▶ Task to complete
Look through the records, and whenever a line includes the word "nothing", copy it.

Given entries Start Marker

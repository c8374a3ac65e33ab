"""A bench result as people read it: the number, findings, budget, replicates, pictures."""

from collections.abc import Iterable, Mapping, Sequence
from dataclasses import dataclass
from typing import Any

from server.drawing.bars import Bar, budget_bars
from server.drawing.dots import Dot, replicate_dots
from server.metrology.decimal_text import decimals_of
from server.metrology.rounding import printed_k, rounded, rounded_pair, rounding_exponent
from server.sheets.bench import FindingView
from server.sheets.countersign import BudgetRow, ReplicateRow
from server.sheets.parts.telling import count_words, figure_words, plain_words, unit_words

_SMALL_PERCENT = 1.0
_INTERVAL = "interval "
_FORMULAS = {
    "weighed": "c = r · 1000 · m · B · w / (M · V)",
    "aliquot": "c = r · c(standard) · V(pipette) · F(pipette) / V",
    "against-titrant": "c = r · c(reference) · V(pipette) · F(pipette) / V with the unknown in the "
    "burette, c = r · c(reference) · V / (V(pipette) · F(pipette)) with the unknown in the flask",
}
_SYMBOLS = {
    "weighed": "m mass of the standard from two indications of the balance, B air buoyancy, "
    "w mass fraction, M molar mass, r amount of titrant per amount of standard",
    "aliquot": "r amount of titrant per amount of standard, F a volume's factor to 20 °C",
    "against-titrant": "r amount of titrant per amount of reference, F a volume's factor to 20 °C",
}
_VOLUME = (
    "V = (burette end − start, each with its error, all fillings) · F − blank − excess, at 20 °C"
)


@dataclass(frozen=True, slots=True)
class Printed:
    """A concentration digit by digit as it is printed.

    ``interval`` holds the Monte Carlo interval where it is the one to print, else it is empty;
    ``beside`` is what stands beside the value: that interval, or U; ``coverage`` is of ``beside``.
    """

    value: str
    uncertainty: str
    unit: str
    k: str
    beside: str
    coverage: str
    factor: str
    decimals: int
    interval: str


def printed(result: Mapping[str, Any]) -> Printed:
    """Return a bench result's concentration and factor in the digits that U gives them."""
    c = result["concentration"]
    value, uncertainty = rounded_pair(c["value"], c["U"])
    _, _, interval = c["reported"].partition(_INTERVAL)
    k, coverage = printed_k(c["k"]), f"{100 * c['coverage']:g} %"
    ends, _, by = interval.partition(" (")
    return Printed(
        value=value,
        uncertainty=uncertainty,
        unit=c["unit"],
        k=k,
        beside=ends or f"± {uncertainty} {c['unit']}",
        coverage=f"interval of {coverage} ({by}" if interval else f"k = {k}, {coverage}",
        factor=_factor(result),
        decimals=decimals_of(value),
        interval=interval,
    )


def _factor(result: Mapping[str, Any]) -> str:
    """Return the factor to the digits of its U: relative, that of the concentration."""
    c, factor = result["concentration"], result["factor"]
    U = factor * c["U"] / c["value"]
    return rounded(factor, rounding_exponent(U)) if U > 0 else figure_words(factor)


def finding_views(
    findings: Iterable[Mapping[str, Any]],
    *,
    reasons: Mapping[str, str] | None = None,
    accepted: Sequence[str] = (),
    accepted_by: str | None = None,
) -> tuple[FindingView, ...]:
    """Return findings in their order, which is that of gravity: fails, look, holds."""
    return tuple(
        FindingView(
            name=one["name"],
            verdict=one["verdict"],
            says=one["says"],
            figure=one["figure_text"],
            limit=one["limit_text"],
            basis=one["basis"],
            reason=(reasons or {}).get(one["name"], one.get("reason")),
            accepted_by=(accepted_by if one["name"] in accepted else one.get("accepted_by")),
        )
        for one in findings
    )


def failing_names(findings: Iterable[Mapping[str, Any]]) -> tuple[str, ...]:
    """Return the names of the findings that fail, once each."""
    return tuple(dict.fromkeys(one["name"] for one in findings if one["verdict"] == "fails"))


def replicate_rows(result: Mapping[str, Any]) -> tuple[ReplicateRow, ...]:
    """Return the replicates, also those left out, with the decimals of the printed value."""
    decimals = printed(result).decimals
    return tuple(
        ReplicateRow(
            label=one["label"],
            value="" if one["value"] is None else rounded(one["value"], -decimals),
            mass=_at_decimals(one["mass_g"], 5, "g"),
            amount=_at_decimals(one["amount_mmol"], 4, "mmol"),
            volume=_at_decimals(one["volume_mL"], 3, "mL"),
            excluded=one["excluded"],
        )
        for one in result["replicates"]
    )


def dots(result: Mapping[str, Any]) -> str:
    """Return the picture of the replicates around their mean."""
    spread = result["spread"]
    low, high = spread["ci95"] or (None, None)
    shown = [
        Dot(one["label"], one["value"], one["excluded"] is not None)
        for one in result["replicates"]
        if one["value"] is not None
    ]
    return replicate_dots(
        shown,
        mean=spread["mean"],
        low=low,
        high=high,
        decimals=printed(result).decimals,
        unit=result["concentration"]["unit"],
    )


def dots_says(result: Mapping[str, Any]) -> str:
    """Return n, s and the interval of the mean in a sentence."""
    spread, unit = result["spread"], result["concentration"]["unit"]
    count = count_words(spread["n"], "replicate counts", "replicates count")
    if spread["s"] is None or spread["ci95"] is None:
        return f"{count}; one value has no spread."
    decimals = printed(result).decimals
    low, high = (rounded(end, -decimals) for end in spread["ci95"])
    return (
        f"{count}; s {figure_words(spread['s'], 2)} {unit}, relative s "
        f"{figure_words(spread['rsd_percent'], 2)} %; 95 % interval of the mean {low} to {high} "
        f"{unit}."
    )


def budget_rows(result: Mapping[str, Any], urls: Mapping[str, str]) -> tuple[BudgetRow, ...]:
    """Return the budget, the largest share first; ``urls`` are the pages of its roots."""
    return tuple(_budget_row(one, urls) for one in _by_share(result))


def bars(result: Mapping[str, Any]) -> str:
    """Return the picture of the shares; sources under 1 % stand together in the last bar."""
    ordered = _by_share(result)
    large = [one for one in ordered if abs(one["share_percent"]) >= _SMALL_PERCENT]
    small = [one for one in ordered if one not in large and one["u"] > 0]
    shown = [Bar(one["source"], one["share_percent"], one["shared"]) for one in large]
    if small:
        words = count_words(len(small), "smaller source", "smaller sources together")
        together = sum(one["share_percent"] for one in small)
        shown.append(Bar(words, together, any(one["shared"] for one in small)))
    return budget_bars(shown)


def budget_says(result: Mapping[str, Any]) -> str:
    """Return what dominates, and how much of it more replicates would not make smaller."""
    ordered = _by_share(result)
    if not ordered:
        return ""
    shared = sum(one["share_percent"] for one in ordered if one["shared"])
    return (
        f"The largest part is {ordered[0]['source']}, {_percent(ordered[0]['share_percent'])}. "
        f"{_percent(shared)} is the same in every replicate: more replicates do not make it "
        "smaller."
    )


def monte_carlo_says(result: Mapping[str, Any]) -> str:
    """Return the Monte Carlo outcome in a sentence."""
    run = result["monte_carlo"]
    if run is None:
        return "not run"
    unit, decimals = result["concentration"]["unit"], printed(result).decimals
    low, high = (rounded(run[end], -decimals - 1) for end in ("low", "high"))
    u = "u not defined (an input has two degrees of freedom or fewer)"
    if run["u"] is not None:
        u = f"u {figure_words(run['u'], 2)} {unit}"
    verdict = (
        f"first order is validated to {count_words(run['digits'], 'digit')} of u"
        if run["first_order_validated"]
        else "first order is not validated, so this interval is the one printed"
    )
    trials = f"{run['trials']:,}".replace(",", " ")
    return (
        f"{trials} trials, seed {run['seed']}: {u}, 95 % interval {low} to {high} {unit}; "
        f"{verdict} (JCGM 101)"
    )


def constants(result: Mapping[str, Any]) -> tuple[tuple[str, str], ...]:
    """Return the constants that entered, each with its source."""
    held = result["constants"]
    ratio = held["ratio"]
    found = [("ratio, titrant per standard", f"{ratio['value']} ({ratio['source']})")]
    found += [
        (key.replace("_", " "), _constant(held[key]))
        for key in ("molar_mass", "density")
        if key in held
    ]
    if "atomic_weights" in held:
        found.append(("atomic weights", held["atomic_weights"]))
    found += [(f"model of {name}", words) for name, words in held["models"].items()]
    return tuple(found)


def formula(route: str) -> str:
    """Return the route's formula with its symbols in words."""
    return f"{_FORMULAS[route]}; {_VOLUME}. {_SYMBOLS[route]}."


def calculation(result: Mapping[str, Any]) -> str:
    """Return name and version of the calculation."""
    named = result["calculation"]
    return f"{named['name']}, version {named['version']}"


def _by_share(result: Mapping[str, Any]) -> list[Mapping[str, Any]]:
    return sorted(result["budget"], key=lambda one: -one["share_percent"])


def _budget_row(one: Mapping[str, Any], urls: Mapping[str, str]) -> BudgetRow:
    root = (one["id"] or "").partition(":")[0]
    return BudgetRow(
        source=one["source"],
        value=f"{plain_words(one['value'])} {unit_words(one['unit'])}".strip(),
        u=figure_words(one["u"], 2),
        dof="∞" if one["dof"] is None else plain_words(one["dof"], 3),
        shape=one["shape"],
        sensitivity=figure_words(one["sensitivity"], 3),
        contribution=figure_words(one["contribution"], 2),
        share=_percent(one["share_percent"]),
        shared=one["shared"],
        root=urls.get(root),
    )


def _percent(share: float) -> str:
    if share == 0:
        return "0 %"
    return "< 1 %" if abs(share) < _SMALL_PERCENT / 2 else f"{share:.0f} %".replace("-", "−")


def _constant(held: Mapping[str, Any]) -> str:
    u = f", u = {figure_words(held['u'], 2)}" if held["u"] else ", taken as exact"
    return f"{plain_words(held['value'])} {unit_words(held['unit'])}{u} ({held['source']})"


def _at_decimals(value: float | None, decimals: int, unit: str) -> str:
    """Return what a replicate's value comes from, with one decimal more than is usually read."""
    return "" if value is None else f"{rounded(value, -decimals)} {unit}"
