"""The checks of an instrument between two calibrations, as they are read."""

from collections.abc import Mapping, Sequence

from server.drawing.control_chart import CheckPoint, Limits, control_chart
from server.lab.actor import Actor
from server.lab.calibration.check_log import (
    CHART_OF_KIND,
    CHARTS,
    CHECK_OF_KIND,
    DROP_VOLUME,
    Chart,
    Checked,
    charts_of,
    judged_checks,
)
from server.lab.roles import Act
from server.lab.sheet_facts import LogFact
from server.lab.validity import local_day
from server.metrology.rounding import rounded, rounded_pair, rounding_exponent
from server.sheets.instruments import ChartView
from server.sheets.parts.telling import (
    count_words,
    day_words,
    moment_words,
    plain_words,
    quantity_words,
)
from server.sheets.standard_lots import LineView

#: So many checks stand on a chart, and so many lines below it; the log keeps them all.
MOST_ON_CHART, MOST_LINES = 60, 40


def chart_views(log: Sequence[LogFact], kind: str, zone: str) -> tuple[ChartView, ...]:
    """Return the charts of an instrument that stand, each with its checks as a picture."""
    return tuple(_chart(one, log, kind, zone) for one in charts_of(log, kind))


def line_views(log: Sequence[LogFact], kind: str, reader: Actor) -> tuple[LineView, ...]:
    """Return the lines of the log, the newest first, struck ones among them."""
    outcomes = {one.line.id: one for one in judged_checks(log, kind)}
    shown = [one for one in reversed(log) if one.what in _kinds(kind)]
    return tuple(_line(one, outcomes.get(one.id), reader) for one in shown[:MOST_LINES])


def _kinds(kind: str) -> tuple[str, ...]:
    own = (CHECK_OF_KIND.get(kind, ""), CHART_OF_KIND.get(kind, ""), DROP_VOLUME)
    return tuple(one for one in own if one)


def _chart(chart: Chart, log: Sequence[LogFact], kind: str, zone: str) -> ChartView:
    checks = judged_checks(log, kind, chart_name=chart.name)[-MOST_ON_CHART:]
    points = [
        CheckPoint(day_words(local_day(one.line.at, zone)), one.off, one.outcome.verdict)
        for one in checks
    ]
    limits = Limits(chart.name, chart.unit, chart.warning, chart.action)
    last = checks[-1] if checks else None
    return ChartView(
        id=chart.line.id,
        name=chart.name,
        says=_limit_words(chart),
        basis=chart.basis,
        picture=control_chart(points, limits) if points else "",
        last_verdict=last.outcome.verdict if last else "",
        last_says=f"{moment_words(last.line.at, zone)}: {last.outcome.says}" if last else "",
    )


def _limit_words(chart: Chart) -> str:
    """Return the limits to two digits and the centre to the same decimal, as JCGM 100 prints U."""
    warning, action = (plain_words(one, 2) for one in (chart.warning, chart.action))
    around = ""
    if chart.centre:
        centre = rounded(chart.centre, rounding_exponent(chart.warning))
        around = f"around {centre} {chart.unit}, "
    return f"{around}warning ± {warning} {chart.unit}, action ± {action} {chart.unit}"


def _line(line: LogFact, checked: Checked | None, reader: Actor) -> LineView:
    struck = ""
    if line.struck is not None:
        at = moment_words(line.struck.at, reader.zone)
        struck = f"struck through by {line.struck.by.printed_name}, {at}: {line.struck.reason}"
    needed = Act.KEEP if line.what in CHARTS else Act.LOG
    return LineView(
        id=line.id,
        what=line.what,
        day=moment_words(line.at, reader.zone),
        says=_words(line, checked),
        by=line.by.printed_name,
        struck=struck,
        may_strike=line.struck is None and reader.may(needed),
    )


def _drop(volume: Mapping[str, str]) -> str:
    value, u = rounded_pair(float(volume["value"]), float(volume["u"]))
    return quantity_words({**volume, "value": value, "u": u})


def _words(line: LogFact, checked: Checked | None) -> str:
    document = line.document
    if line.what == DROP_VOLUME:
        weighings = count_words(int(document["weighings"]), "weighing")
        return f"one drop {_drop(document['volume'])}, {weighings} of {document['drops']} drops"
    if line.what in CHARTS:
        name = document.get("name") or f"{document.get('buffer')}, {document.get('set')}"
        return f"limits set for {name}"
    remark = f" {document['remark']}" if document.get("remark") else ""
    if checked is not None:
        return f"{checked.outcome.verdict}: {checked.outcome.says}{remark}"
    typed = document.get("reading") or f"pH {document.get('pH')}"
    return f"{typed}{remark}"
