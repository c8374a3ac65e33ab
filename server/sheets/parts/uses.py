"""Uses of bottles with the state that each bottle had when it was used."""

from collections.abc import Mapping, Sequence
from datetime import date, datetime, time

from server.lab.states import PULLED, may_be_used
from server.lab.validity import read_zone
from server.lab.watching import History, status_at
from server.records.queries.list_bottle_uses import KeptUse
from server.sheets.parts.telling import count_words, day_words, moment_words
from server.sheets.uses import UseLine, UsesView

MOST = 500


def uses_view(
    kept: Sequence[KeptUse],
    histories: Mapping[str, History],
    *,
    since: date | None,
    most: int | None,
    zone: str,
    may_write: bool,
) -> UsesView:
    """Return the uses from a day on, all where there is none; struck ones stay readable.

    ``most``: so many are shown, the last ones; all where it is None.
    """
    begin = begin_of(since, zone) if since else None
    shown = [one for one in kept if begin is None or one.row.used_at >= begin]
    lines = tuple(_line(one, histories, zone) for one in shown[:most])
    return UsesView(
        uses=lines,
        says=_says(lines, len(shown), since),
        since=since.isoformat() if since else "",
        may_write=may_write,
    )


def begin_of(day: date, zone: str) -> datetime:
    """Return the instant at which a local day begins."""
    return datetime.combine(day, time(), tzinfo=read_zone(zone))


def _line(one: KeptUse, histories: Mapping[str, History], zone: str) -> UseLine:
    row = one.row
    state = status_at(histories[row.bottle_id], row.used_at).state
    struck = f"Struck by {one.struck_by}: {one.struck_why}" if one.struck_by else ""
    return UseLine(
        id=row.id,
        bottle=one.bottle,
        result_id=row.result_id,
        certificate=row.certificate_number,
        used=moment_words(row.used_at, zone),
        used_at=row.used_at.isoformat(),
        state_then=state,
        in_force_then=may_be_used(state),
        says=row.says,
        by=one.by,
        by_token=one.token,
        struck=struck,
    )


def _says(lines: Sequence[UseLine], all_of_them: int, since: date | None) -> str:
    standing = [one for one in lines if not one.struck]
    when = f" since {day_words(since)}" if since else ""
    if not standing:
        return f"Nobody wrote down a use{when}."
    people = len({one.by for one in standing})
    who = count_words(people, "person", "people")
    says = f"{count_words(len(standing), 'use')}{when}, by {who}."
    late = sum(1 for one in standing if one.state_then == PULLED)
    out = sum(1 for one in standing if not one.in_force_then) - late
    if late:
        says += f" {late} of them after the lot was pulled."
    if out:
        says += f" {out} while the bottle was not in force."
    if all_of_them > len(lines):
        says += f" The last {MOST} are shown; the CSV file holds all."
    return says
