"""Holds as they were, with how they ended."""

from server.records.queries.list_holds import PastHold
from server.sheets.parts.telling import moment_words


def hold_words(past: PastHold, zone: str) -> str:
    """Return a hold with its release, as one would tell it."""
    says = f"Held by {past.held_by}, {moment_words(past.held_at, zone)}: {past.reason}"
    if past.released_at is None:
        return f"{says} (not released)"
    at = moment_words(past.released_at, zone)
    return f"{says}. Released by {past.released_by}, {at}: {past.release_reason}"
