"""Whether what is kept of a sheet is still what the trail noted, in words for a badge."""

from sqlalchemy.orm import Session

from server.lab.integrity import first_broken
from server.records.queries.load_kept import load_kept_sheet
from server.records.trail import DoesNotHold


def altered_says(session: Session, sheet_id: str) -> str:
    """Return what of a sheet, its signatures or its certificate was altered; empty if nothing."""
    try:
        return first_broken(load_kept_sheet(session, sheet_id)) or ""
    except DoesNotHold as broken:
        return broken.says
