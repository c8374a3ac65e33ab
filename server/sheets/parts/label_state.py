"""Whether the label on a bottle still tells the truth."""

from collections.abc import Mapping
from typing import Any

from sqlalchemy.orm import Session

from server.records.queries.list_labels import PrintedLabel, labels_of_bottles
from server.records.queries.list_shelf import BottleOnShelf


def again_says(one: BottleOnShelf, last: PrintedLabel) -> str:
    """Return why a bottle's label should be printed again: the value on it stands no more."""
    value, standing = last.text.value, one.lot.certificate
    if value is None:
        return ""
    if standing is None or standing.row.number != value.certificate:
        now = f", which {standing.row.number} replaced" if standing else ""
        return f"Its label bears the value of {value.certificate}{now}."
    return ""


def is_gone(one: BottleOnShelf) -> bool:
    """Say whether a bottle is out of use for good, so that it gets no label any more."""
    return one.bottle.used_up_at is not None or one.lot.pulled


def label_says(session: Session, one: BottleOnShelf, settings: Mapping[str, Any]) -> str:
    """Return what is wrong with a bottle's label, empty where nothing is.

    It is asked only where the laboratory prints values on labels: no other label grows old.
    """
    if not settings.get("label_value") or is_gone(one):
        return ""
    printed = labels_of_bottles(session, [one.bottle.id])
    return again_says(one, printed[0]) if printed else ""
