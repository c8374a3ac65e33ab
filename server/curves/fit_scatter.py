"""What a model fit is given beforehand, and how it learns the scatter of readings and volumes."""

from dataclasses import dataclass, field

import numpy as np

from server.curves.lag import LagModel
from server.curves.points import Floats

_ENOUGH, _FAR = 4.0, 10.0
"""A residual within 4 standard deviations has full weight; at 10 a point weighs nothing."""
_CONTRADICTS = 1.2816
"""Quantile of the normal distribution: at 10 % the jump contradicts that volumes are exact."""
_STANDS = 0.1
"""A change below this fraction leaves the parameters where they are, as far as shows."""
_LEAST_READING_U = 5e-4
_LEAST_VOLUME_U = 2e-6
_ALLOWED_VOLUME_U = 3e-3
"""Volumes that scatter by this (mL) do not make a point stand far off while they count as exact."""


@dataclass(frozen=True, slots=True)
class Priors:
    """What is known of the parameters beforehand, as standard uncertainties about their values.

    ``slope`` about 1, ``offset`` about 0 (pH), ``carbonate`` (amount per amount of alkalinity)
    about 0, wide enough to leave it free; ``flask_carbonate`` in mmol with its u.
    """

    slope: float = 0.05
    offset: float = 0.3
    carbonate: float = 0.02
    flask_carbonate: float = 0.0
    u_flask_carbonate: float = 3.5e-4


@dataclass(frozen=True, slots=True)
class Given:
    """What a fit is given: priors, scatter where it is known, guesses of it where it is not.

    ``reading_u`` (pH) and ``volume_u`` (mL) of one point, None: learnt from the residuals, from
    the guesses on. ``trust`` gives points that are known to stand off a lower weight, 0 to 1.
    With ``lag`` the probe's lag is fitted too, and the readings are taken from it.
    """

    priors: Priors = field(default_factory=Priors)
    reading_u: float | None = None
    volume_u: float | None = None
    reading_guess: float = 0.01
    volume_guess: float = 0.002
    trust: Floats | None = None
    lag: LagModel | None = None


class ScatterEstimate:
    """Standard deviations of reading and volume and the trust in each point, renewed each round.

    Volumes are taken as exact until the points of the jump contradict it; from then on both
    variances are those that make the squared residuals, over one less leverage, most likely (one
    step of Fisher scoring a round). Points that stand far off have no say.
    """

    def __init__(self, given: Given, points: int) -> None:
        self._given = given
        self._known = np.ones(points) if given.trust is None else given.trust
        self._some_known = given.trust is not None
        self.trust = self._known
        self.reading_u = given.reading_u or max(given.reading_guess, _LEAST_READING_U)
        self.volume_u = given.volume_guess if given.volume_u is None else given.volume_u
        self._stage = "given" if given.volume_u is not None else "guess"
        self.volume_dof = np.inf
        """Degrees of freedom of the volumes' scatter where it was learnt."""

    def variance(self, steep2: Floats) -> Floats:
        """Return the effective variance in mL2; ``steep2`` is (dV/d(reading))^2."""
        return steep2 * self.reading_u**2 + self.volume_u**2

    def judge(self, left: Floats, steep2: Floats, variance: Floats, leverage: Floats) -> bool:
        """Renew both standard deviations and the trust; tell whether they stand as they were."""
        reading_u, volume_u = self.reading_u, self.volume_u
        freed = left * left / np.maximum(1 - leverage, 0.05)
        if self._stage == "exact":
            variance = variance + _ALLOWED_VOLUME_U**2
        distance2 = freed / variance
        middle = distance2.size // 2
        usual2 = max(1.0, float(np.partition(distance2, middle)[middle]) / 0.4549)
        use = self._trusted(distance2, usual2)
        if self._stage in ("guess", "learnt"):
            self._score_both(freed, steep2, variance, use)
        elif self._given.reading_u is None:
            self._score_reading(freed, steep2, variance, use)
        if self._stage == "guess":
            self._stage, self.volume_u = "exact", _LEAST_VOLUME_U
            self.volume_dof = np.inf
            return False
        if self._stage == "exact" and self._contradicted(left, steep2, leverage, use):
            self._stage, self.volume_u = "learnt", self._given.volume_guess
            return False
        least = float(variance.min())
        return (
            abs(self.reading_u - reading_u) <= _STANDS * reading_u
            and abs(self.volume_u**2 - volume_u**2) <= _STANDS * least
        )

    def _trusted(self, distance2: Floats, usual2: float) -> Floats | None:
        """Lower the trust in points that stand far off; return which to learn from, None: all."""
        self.trust = self._known
        use = self._known == 1 if self._some_known else None
        if float(distance2.max()) > _ENOUGH**2 * usual2:
            far = np.sqrt(distance2 / usual2)
            near = far <= _ENOUGH
            lowered = np.clip((_FAR - far) / (_FAR - _ENOUGH), 0, 1) * _ENOUGH / far.clip(1)
            self.trust = self._known * np.where(near, 1.0, lowered)
            use = near if use is None else near & use
        return use

    def _contradicted(
        self, left: Floats, steep2: Floats, leverage: Floats, use: Floats | None
    ) -> bool:
        """Tell whether the residuals at the jump are larger than the readings' scatter explains.

        A chi-squared test at 10 % over the points whose reading would tell the volume to 3 µL.
        """
        expected = steep2 * self.reading_u**2
        steep = expected < _ALLOWED_VOLUME_U**2
        if use is not None:
            steep &= self._known > 0
        free = float((1 - leverage[steep]).sum())
        if free < 0.5:
            return False
        chi2 = float((left[steep] ** 2 / expected[steep]).clip(max=25.0).sum())
        ninth = 2 / (9 * free)
        return chi2 > free * (1 - ninth + _CONTRADICTS * ninth**0.5) ** 3

    def _score_reading(
        self, freed: Floats, steep2: Floats, variance: Floats, use: Floats | None
    ) -> None:
        """Learn the readings' scatter alone, away from the jump."""
        share = steep2 / (variance * variance)
        if use is not None:
            share *= use
        reading = float((freed - self.volume_u**2) @ share) / float(steep2 @ share)
        self._move_reading(reading)

    def _score_both(
        self, freed: Floats, steep2: Floats, variance: Floats, use: Floats | None
    ) -> None:
        """Take one step of Fisher scoring for the two variances."""
        share = 1 / (variance * variance)
        if use is not None:
            share *= use
        slanted = steep2 * share
        aa, ab, bb = float(steep2 @ slanted), float(slanted.sum()), float(share.sum())
        a, b = float(freed @ slanted), float(freed @ share)
        determinant = aa * bb - ab * ab
        volume = (b * aa - a * ab) / determinant if determinant > 0 else 0.0
        volume = min(max(volume, self.volume_u**2 / 16), self.volume_u**2 * 16)
        self.volume_u = max(volume, _LEAST_VOLUME_U**2) ** 0.5
        if self._given.reading_u is None:
            self._move_reading((a - ab * self.volume_u**2) / aa)
        self.volume_dof = self.volume_u**4 * determinant / aa

    def _move_reading(self, reading2: float) -> None:
        reading = max(reading2, _LEAST_READING_U**2) ** 0.5
        self.reading_u = min(max(reading, self.reading_u / 4), self.reading_u * 4)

Given entries End Marker

▶ Result below
    """Return what of a sheet, its signatures or its certificate was altered; empty if nothing."""
    """Return what is wrong with a bottle's label, empty where nothing is.
"""A residual within 4 standard deviations has full weight; at 10 a point weighs nothing."""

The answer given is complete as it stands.